1McGill Seismic Research Group, McGill University, Montreal, Canada. ([email protected]).
Horizon attributes (such as dip and azimuth) derived from horizons mapped in 3-D seismic volumes are commonly used by seismic interpreters to identify structural features. Curvature, another type of horizon attribute, is a two-dimensional property of a curve that quantifies the degree to which that curve deviates from a straight line.
Many different types of curvature may be defined for a surface that is curved (Figure 1). For example, curvature may be defined in the strike (KS), dip (KD) or contour (KC) direction. The orientation of maximum (Kmax) and minimum (Kmin) curvature may be different from strike, dip or contour curvature.
Curvature analysis has been used in terrain sciences for various purposes, including the definition of drainage networks. In the late 1990s, Andy Roberts (then with Enterprise Oil) illustrated how curvature could be used to define subtle structures that compartmentalize reservoirs in a field from the North Sea.
Horizontal Attributes in Defining Depositional Features
With this column we illustrate the use of horizon attributes to help define depositional features in 3-D seismic volumes from clastic and carbonate environments. We developed freeware that allows us to change the wavelength over which the curvature is calculated.
Curvature analysis of surfaces helps to remove the effects of regional dip, thus emphasizing small-scale features that might be associated with primary depositional features or small-scale faults. A tilted planar surface has dip but no curvature. When a surface is steeply dipping -- for example, on the limbs of a fold -- high dips can obscure subtle features on the surface. This problem is commonly referred to as "dip saturation." Curvature analysis identifies deviations from a planar surface, regardless of whether the surface is horizontal or tilted, and is therefore often more useful than conventional dip calculations for defining structural or stratigraphic features.
In the examples here we illustrate dip curvature draped over 3-D representations of surfaces. Curvature in the dip direction is a particularly useful tool because it emphasizes relief on a surface. We construct a color scale that gives approximately equal weight to both positive (concave down) and negative (concave up) curvatures.
Illumination angles were adjusted to further highlight features of interest.
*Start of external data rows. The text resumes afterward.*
//! The ATCS priority index (Apparent Tardiness Cost with Setups) of Lee, Bhaskaran &
//! Pinedo (1997), "A heuristic to minimize the total weighted tardiness with
//! sequence-dependent setups", IIE Transactions 29.

use serde::{Deserialize, Serialize};

/// The terms of one ATCS index: lot j considered at time t on a rig whose last lot was l.
#[derive(Debug, Clone, Copy, PartialEq)]
pub struct AtcsTerms {
    /// Weight w_j.
    pub weight: f64,
    /// Processing time p_j on the rig, s.
    pub processing_s: f64,
    /// Due time d_j, s from the shift start.
    pub due_s: f64,
    /// Time t the rig is free, s from the shift start.
    pub now_s: f64,
    /// Setup s_lj after the rig's last lot, s.
    pub setup_s: f64,
    /// Look-ahead parameter k1 for the due-date term.
    pub k1: f64,
    /// Look-ahead parameter k2 for the setup term.
    pub k2: f64,
    /// Mean processing time p̄, s.
    pub mean_processing_s: f64,
    /// Mean setup time s̄, s (0 when no rig has setups; the setup term is then 1).
    pub mean_setup_s: f64,
}

/// I_j(t, l) = (w_j/p_j)·exp(−max(d_j − p_j − t, 0)/(k1·p̄))·exp(−s_lj/(k2·s̄)).
///
/// Higher goes first. Underflows to 0 for lots far from their due time; the planner
/// compares [`atcs_log_index`] instead so that such lots still rank by w/p.
pub fn atcs_index(terms: &AtcsTerms) -> f64 {
    atcs_log_index(terms).exp()
}

/// The natural logarithm of [`atcs_index`], computed without forming the exponentials.
pub fn atcs_log_index(terms: &AtcsTerms) -> f64 {
    let slack = (terms.due_s - terms.processing_s - terms.now_s).max(0.0);
    let due_term = if slack == 0.0 { 0.0 } else { -slack / (terms.k1 * terms.mean_processing_s) };
    let setup_term = if terms.setup_s == 0.0 || terms.mean_setup_s <= 0.0 {
        0.0
    } else {
        -terms.setup_s / (terms.k2 * terms.mean_setup_s)
    };
    (terms.weight / terms.processing_s).ln() + due_term + setup_term
}

/// The look-ahead parameters of the ATCS index.
#[derive(Debug, Clone, Copy, PartialEq, Serialize, Deserialize)]
pub struct AtcsParams {
    /// Scales the due-date term (larger looks further ahead).
    pub k1: f64,
    /// Scales the setup term (smaller avoids setups harder).
    pub k2: f64,
}

/// Figures of an instance the paper's rules for k1 and k2 are fitted on.
#[derive(Debug, Clone, Copy, PartialEq)]
pub struct InstanceFactors {
    /// Estimated makespan Ĉ, s.
    pub makespan_estimate_s: f64,
    /// Due-date tightness τ = 1 − d̄/Ĉ.
    pub tightness: f64,
    /// Due-date range R = (d_max − d_min)/Ĉ.
    pub range: f64,
    /// Setup severity η = s̄/p̄.
    pub setup_severity: f64,
}

impl AtcsParams {
    /// The paper's rules: k1 = 4.5 + R when R ≤ 0.5, else 6 − 2R; k2 = τ/(2√η).
    ///
    /// Kept inside [0.1, 10] (k1) and [0.01, 10] (k2) so that loose due dates (τ ≤ 0),
    /// a wide range (R ≥ 3) or no setups (η = 0) still give a usable index; the paper
    /// fitted its rules on instances inside those bounds.
    pub fn from_factors(factors: &InstanceFactors) -> AtcsParams {
        let range = factors.range;
        let k1 = if range <= 0.5 { 4.5 + range } else { 6.0 - 2.0 * range };
        let k2 = if factors.setup_severity > 0.0 {
            factors.tightness / (2.0 * factors.setup_severity.sqrt())
        } else {
            10.0
        };
        let clamp = |value: f64, lo: f64, hi: f64| if value.is_finite() { value.clamp(lo, hi) } else { hi };
        AtcsParams { k1: clamp(k1, 0.1, 10.0), k2: clamp(k2, 0.01, 10.0) }
    }
}

#[cfg(test)]
mod tests {
    use super::*;

    fn terms() -> AtcsTerms {
        AtcsTerms {
            weight: 2.0,
            processing_s: 100.0,
            due_s: 500.0,
            now_s: 100.0,
            setup_s: 30.0,
            k1: 2.0,
            k2: 0.5,
            mean_processing_s: 200.0,
            mean_setup_s: 60.0,
        }
    }

    #[test]
    fn index_matches_the_papers_formula_by_hand() {
        // Source: Lee, Bhaskaran & Pinedo (1997), IIE Transactions 29, the ATCS index
        // I_j(t,l) = (w_j/p_j)·exp(−max(d_j − p_j − t, 0)/(k1·p̄))·exp(−s_lj/(k2·s̄)).
        // By hand: w/p = 2/100 = 0.02; slack = 500 − 100 − 100 = 300, 300/(2·200) = 0.75,
        // exp(−0.75) = 0.472366553; setup 30/(0.5·60) = 1, exp(−1) = 0.367879441;
        // I = 0.02 × 0.472366553 × 0.367879441 = 0.003475479.
        assert!((atcs_index(&terms()) - 0.003_475_479).abs() < 1e-9);
        // Source: same formula. Past its latest start (d − p − t < 0) the due-date
        // term is exp(0) = 1 and with no setup I = w/p = 0.02 (by hand).
        let late = AtcsTerms { now_s: 450.0, setup_s: 0.0, ..terms() };
        assert!((atcs_index(&late) - 0.02).abs() < 1e-15);
        // The log form agrees where the index does not underflow.
        assert!((atcs_log_index(&terms()) - atcs_index(&terms()).ln()).abs() < 1e-12);
    }

    #[test]
    fn lots_far_from_due_still_rank_by_weight_over_processing_in_log_form() {
        let far = AtcsTerms { due_s: 1e9, ..terms() };
        let heavier = AtcsTerms { weight: 4.0, ..far };
        assert_eq!(atcs_index(&far), 0.0);
        assert!(atcs_log_index(&heavier) > atcs_log_index(&far));
    }

    #[test]
    fn look_ahead_parameters_follow_the_papers_rules() {
        // From memory: Lee, Bhaskaran & Pinedo (1997): k1 = 4.5 + R for R ≤ 0.5, 6 − 2R
        // otherwise; k2 = τ/(2√η). By hand: R = 0.3 → k1 = 4.8; τ = 0.6, η = 0.09 →
        // √η = 0.3, k2 = 0.6/0.6 = 1.0. R = 0.8 → k1 = 6 − 1.6 = 4.4.
        let factors =
            InstanceFactors { makespan_estimate_s: 1.0, tightness: 0.6, range: 0.3, setup_severity: 0.09 };
        let params = AtcsParams::from_factors(&factors);
        assert!((params.k1 - 4.8).abs() < 1e-12 && (params.k2 - 1.0).abs() < 1e-12);
        let params = AtcsParams::from_factors(&InstanceFactors { range: 0.8, ..factors });
        assert!((params.k1 - 4.4).abs() < 1e-12);
        let loose = AtcsParams::from_factors(&InstanceFactors { tightness: -0.5, ..factors });
        assert_eq!(loose.k2, 0.01);
    }
}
Ideally, viewing angle, illumination angle, zoom and color bars should all be adjusted interactively during the interpretation process.
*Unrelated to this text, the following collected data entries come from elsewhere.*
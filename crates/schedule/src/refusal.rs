//! Why a rig may not test a lot, and why a lot stays out of the plan.

use serde::ser::SerializeStruct;
use serde::{Serialize, Serializer};
use std::fmt;
use twistlot_model::PlantTime;

/// Lowest share of the load cell's capacity a test torque may use (common practice: 10 %).
pub const CELL_LOW_SHARE: f64 = 0.10;
/// Highest share of the load cell's capacity a test torque may use (common practice: 90 %).
pub const CELL_HIGH_SHARE: f64 = 0.90;

/// Why one rig may not test one lot. Serialised as its text.
#[derive(Debug, Clone, PartialEq)]
pub enum Refusal {
    /// The plant config leaves out what the planner needs to judge the rig.
    MissingRigData {
        /// The missing fields.
        fields: Vec<&'static str>,
    },
    /// The part's largest test torque is outside 10–90 % of the load cell's capacity.
    TorqueOutsideCellWindow {
        /// Largest test torque, N·mm.
        torque_nmm: f64,
        /// Load-cell capacity, N·mm.
        capacity_nmm: f64,
    },
    /// The test angle is beyond the rig's range.
    AngleBeyondRange {
        /// Largest test angle, degrees.
        angle_deg: f64,
        /// Largest angle the rig reaches, degrees.
        max_angle_deg: f64,
    },
    /// No arbor at the rig clears the wound-down spring.
    NoArborFits {
        /// The wound-down inside diameter, mm.
        inside_d_mm: f64,
        /// Largest arbor that would clear it (90 % of it), mm.
        largest_allowed_mm: f64,
        /// The rig's arbors, mm.
        arbors_mm: Vec<f64>,
    },
    /// The rig's calibration runs out before the lot's tests could end.
    CalibrationLapses {
        /// When the calibration runs out.
        due: PlantTime,
        /// The earliest the tests could end on this rig.
        earliest_end: PlantTime,
    },
    /// The rig is not free long enough in the shift for the lot's tests.
    NotAvailableLongEnough {
        /// When the rig stops being free (or the shift ends).
        until: PlantTime,
        /// The earliest the tests could end on this rig.
        earliest_end: PlantTime,
    },
}

/// A number for people: at most two decimals, no trailing zeros.
pub(crate) fn number(value: f64) -> String {
    let text = format!("{value:.2}");
    let text = text.trim_end_matches('0').trim_end_matches('.');
    text.to_string()
}

impl Refusal {
    /// A stable short code for the kind of refusal (for JSON and CSV).
    pub fn kind(&self) -> &'static str {
        match self {
            Refusal::MissingRigData { .. } => "rig-data-missing",
            Refusal::TorqueOutsideCellWindow { .. } => "torque-window",
            Refusal::AngleBeyondRange { .. } => "angle-range",
            Refusal::NoArborFits { .. } => "arbor",
            Refusal::CalibrationLapses { .. } => "calibration",
            Refusal::NotAvailableLongEnough { .. } => "availability",
        }
    }
}

impl fmt::Display for Refusal {
    fn fmt(&self, f: &mut fmt::Formatter<'_>) -> fmt::Result {
        match self {
            Refusal::MissingRigData { fields } => write!(
                f,
                "the plant config does not give the rig's {}, so the planner cannot tell whether it may test the part",
                fields.join(", ")
            ),
            Refusal::TorqueOutsideCellWindow { torque_nmm, capacity_nmm } => write!(
                f,
                "the largest test torque {} N·mm is outside 10–90 % of the {} N·mm load cell ({}–{} N·mm), \
                 where it would be measured poorly",
                number(*torque_nmm),
                number(*capacity_nmm),
                number(CELL_LOW_SHARE * capacity_nmm),
                number(CELL_HIGH_SHARE * capacity_nmm)
            ),
            Refusal::AngleBeyondRange { angle_deg, max_angle_deg } => write!(
                f,
                "the test goes to {}° but the rig only reaches {}°",
                number(*angle_deg),
                number(*max_angle_deg)
            ),
            Refusal::NoArborFits { inside_d_mm, largest_allowed_mm, arbors_mm } => {
                let arbors = if arbors_mm.is_empty() {
                    "none recorded".to_string()
                } else {
                    arbors_mm.iter().map(|d| format!("{} mm", number(*d))).collect::<Vec<_>>().join(", ")
                };
                write!(
                    f,
                    "no arbor at or below {} mm (90 % of the spring's wound-down inside diameter {} mm); \
                     a larger one binds and fakes hysteresis; arbors at the rig: {arbors}",
                    number(*largest_allowed_mm),
                    number(*inside_d_mm)
                )
            }
            Refusal::CalibrationLapses { due, earliest_end } => write!(
                f,
                "the rig's calibration runs out at {due}, before the earliest the tests could end ({earliest_end}); \
                 results after that do not stand"
            ),
            Refusal::NotAvailableLongEnough { until, earliest_end } => write!(
                f,
                "the rig is free only until {until}, before the earliest the tests could end ({earliest_end})"
            ),
        }
    }
}

impl Serialize for Refusal {
    fn serialize<S: Serializer>(&self, serializer: S) -> Result<S::Ok, S::Error> {
        serializer.collect_str(self)
    }
}

/// One rig refusing one lot, with the reason.
#[derive(Debug, Clone, PartialEq)]
pub struct RigRefusal {
    /// The lot.
    pub lot: String,
    /// The rig.
    pub rig: String,
    /// Why.
    pub reason: Refusal,
}

impl Serialize for RigRefusal {
    fn serialize<S: Serializer>(&self, serializer: S) -> Result<S::Ok, S::Error> {
        let mut out = serializer.serialize_struct("RigRefusal", 4)?;
        out.serialize_field("lot", &self.lot)?;
        out.serialize_field("rig", &self.rig)?;
        out.serialize_field("kind", self.reason.kind())?;
        out.serialize_field("reason", &self.reason)?;
        out.end()
    }
}

/// Why a lot is not in the plan. Serialised as its text.
#[derive(Debug, Clone, PartialEq)]
pub enum Unplanned {
    /// Every rig refuses it.
    NoEligibleRig {
        /// Each rig's refusals.
        refusals: Vec<RigRefusal>,
    },
    /// Rigs may test it, but none has time left for it in the shift without leaving out
    /// lots that weigh as much or more.
    NoTimeLeft {
        /// The rigs that may test it.
        rigs: Vec<String>,
    },
    /// The caller could not say what the lot needs (no spec for its part, no sampling
    /// agreement…), so it never became a [`crate::Job`]. The planner itself never gives
    /// this; the caller adds such lots to the plan's list so none goes unmentioned.
    NotPlannable {
        /// Why, in words.
        reason: String,
    },
}

impl Unplanned {
    /// A stable short code (`no-eligible-rig`, `no-time-left`, `not-plannable`).
    pub fn kind(&self) -> &'static str {
        match self {
            Unplanned::NoEligibleRig { .. } => "no-eligible-rig",
            Unplanned::NoTimeLeft { .. } => "no-time-left",
            Unplanned::NotPlannable { .. } => "not-plannable",
        }
    }
}

impl fmt::Display for Unplanned {
    fn fmt(&self, f: &mut fmt::Formatter<'_>) -> fmt::Result {
        match self {
            Unplanned::NoEligibleRig { refusals } => {
                write!(f, "no rig may test it")?;
                for (index, refusal) in refusals.iter().enumerate() {
                    let lead = if index == 0 { ": " } else { "; " };
                    write!(f, "{lead}{}: {}", refusal.rig, refusal.reason)?;
                }
                Ok(())
            }
            Unplanned::NoTimeLeft { rigs } => write!(
                f,
                "the rigs that may test it ({}) have no time left for it in the shift before they stop being \
                 free or their calibration runs out, without leaving out other lots",
                rigs.join(", ")
            ),
            Unplanned::NotPlannable { reason } => write!(f, "it cannot be planned: {reason}"),
        }
    }
}

impl Serialize for Unplanned {
    fn serialize<S: Serializer>(&self, serializer: S) -> Result<S::Ok, S::Error> {
        serializer.collect_str(self)
    }
}

#[cfg(test)]
mod tests {
    use super::*;

    #[test]
    fn texts_say_what_and_why() {
        let torque = Refusal::TorqueOutsideCellWindow { torque_nmm: 4700.0, capacity_nmm: 5000.0 };
        assert_eq!(
            torque.to_string(),
            "the largest test torque 4700 N·mm is outside 10–90 % of the 5000 N·mm load cell (500–4500 N·mm), \
             where it would be measured poorly"
        );
        let arbor =
            Refusal::NoArborFits { inside_d_mm: 11.0, largest_allowed_mm: 9.9, arbors_mm: vec![10.0, 12.5] };
        assert!(
            arbor.to_string().contains("at or below 9.9 mm") && arbor.to_string().contains("10 mm, 12.5 mm")
        );
        let json =
            serde_json::to_value(RigRefusal { lot: "L1".into(), rig: "R".into(), reason: torque }).unwrap();
        assert_eq!(json["kind"], "torque-window");
        assert!(json["reason"].as_str().unwrap().starts_with("the largest test torque"));
    }
}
Figure 2a shows a time-structure map of the top of a Tertiary channel-levee complex from a deep-water setting. The axis of the channel is clearly evident, as is a regional dip to the left. The contours show long, curvilinear trends of uncertain origin. Figures 2b and 2c show dip curvature draped over time structure, with illumination to further help emphasize subtle features on the surface. In these views, portions of the surface with no curvature in the dip direction are shown in yellow and areas of concave-up (orange and red) and concave-down (green and blue) curvature are highlighted. The general depositional dip to the left is de-emphasized, with the result that edges associated with smaller-scale features become more visible.
Note how the curvature visualization displays better define the faults, as well as details of the morphology within the channel itself. It is clear that the channel margins have been enlarged by meander loop migration. An erosional inner thalweg was subsequently cut, at least locally. Faults are clearly visible outside of the channel. Comparison of Figures 2b and 2c shows how changing the viewing angle, zoom and surface illumination angle may be used to emphasize different scales and types of feature.
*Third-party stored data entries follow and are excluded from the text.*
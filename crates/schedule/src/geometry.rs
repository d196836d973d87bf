//! The spring's inside diameter when its coils wind down under test, which decides the
//! arbor a rig may use for it.

/// Mean coil diameter D' when the spring is deflected by `angle_deg` in the winding
/// direction, mm: D' = D·n / (n + α/360) (EN 13906-3 form).
///
/// The wire keeps its length, so turning the leg through α adds α/360 of a turn to the
/// `active_coils` n and the coils close in. Deflection against the winding direction
/// (which opens the coils) is not what a torsion spring is loaded in; pass a positive angle.
pub fn wound_down_mean_diameter_mm(mean_d_mm: f64, active_coils: f64, angle_deg: f64) -> f64 {
    mean_d_mm * active_coils / (active_coils + angle_deg / 360.0)
}

/// Inside coil diameter D' − d at `angle_deg`, mm: what an arbor must clear.
pub fn wound_down_inside_diameter_mm(
    mean_d_mm: f64,
    wire_d_mm: f64,
    active_coils: f64,
    angle_deg: f64,
) -> f64 {
    wound_down_mean_diameter_mm(mean_d_mm, active_coils, angle_deg) - wire_d_mm
}

/// Share of the wound-down inside diameter an arbor may take (common practice: about 90 %).
pub const ARBOR_CLEARANCE_SHARE: f64 = 0.9;

/// Largest arbor diameter that still clears the wound-down spring, mm.
pub fn largest_arbor_mm(wound_down_inside_d_mm: f64) -> f64 {
    ARBOR_CLEARANCE_SHARE * wound_down_inside_d_mm
}

#[cfg(test)]
mod tests {
    use super::*;

    #[test]
    fn wound_down_diameter_follows_the_en_13906_3_form() {
        // From memory: EN 13906-3, D' = D·n/(n + α/360) (as DESIGN.md §2 quotes it).
        // By hand: D = 14 mm, n = 5.5, α = 90° → D' = 14·5.5/(5.5 + 0.25) = 77/5.75 = 13.391304… mm;
        // with d = 1.6 mm the inside diameter is 11.791304… mm.
        assert!((wound_down_mean_diameter_mm(14.0, 5.5, 90.0) - 13.391_304_347_826).abs() < 1e-9);
        assert!((wound_down_inside_diameter_mm(14.0, 1.6, 5.5, 90.0) - 11.791_304_347_826).abs() < 1e-9);
        // From memory: EN 13906-3 form; a full turn on n = 4 coils gives D' = D·4/5 (by hand: 20 → 16 mm).
        assert!((wound_down_mean_diameter_mm(20.0, 4.0, 360.0) - 16.0).abs() < 1e-12);
        // Unloaded, nothing changes (α = 0).
        assert_eq!(wound_down_mean_diameter_mm(20.0, 4.0, 0.0), 20.0);
    }

    #[test]
    fn arbor_limit_is_ninety_percent() {
        // Common practice, no published source: an arbor at or below about 90 % of the
        // wound-down inside diameter (by hand: 0.9 × 11.0 = 9.9 mm).
        assert!((largest_arbor_mm(11.0) - 9.9).abs() < 1e-12);
    }
}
Figure 3a shows a time-structure map of a Devonian horizon from the Williston Basin. The image shows a regional dip to the southwest as well as the presence of pinnacle reefs. Figure 3b shows the same surface, with dip curvature draped over time structure. As per the previous example, the regional dip is removed using the curvature attribute, thus emphasizing depositional features along the surface.
The broad aperture we used in this example helps to emphasize the flanks of the pinnacles. This particular viewing angle emphasizes an apparent alignment of the buildups and might suggest that the larger features are composite reefs that have amalgamated during growth.
Curvature is calculated from regularly sampled surfaces, such as horizons picked in 3-D seismic data. Digital elevation model data, swath bathymetry and even potential field data such as aeromagnetic data also may be used in curvature analyses. Point-based data (e.g., well tops) or horizons picked in 2-D seismic lines also may be analyzed using curvature—however, these data need to be gridded before analysis, and the results are highly sensitive to the gridding method used and input data density (i.e., small-scale features are poorly defined).
As a cautionary note we emphasize that, however helpful curvature-based visualization may be, seismic interpreters need to go beyond simple horizon-based analyses. This is because some morphologies can be formed by more than one process. Vertical transects through 3-D volumes need to be examined to help determine the origin of features identified through curvature analysis.
The software used to derive the curvature attributes, including curvature of different apertures, was developed during a Department of Energy funded project on naturally fractured tight-gas reservoirs and is freely available at http://www.eps.mcgill.ca/~hart/CURVZ_website.htm.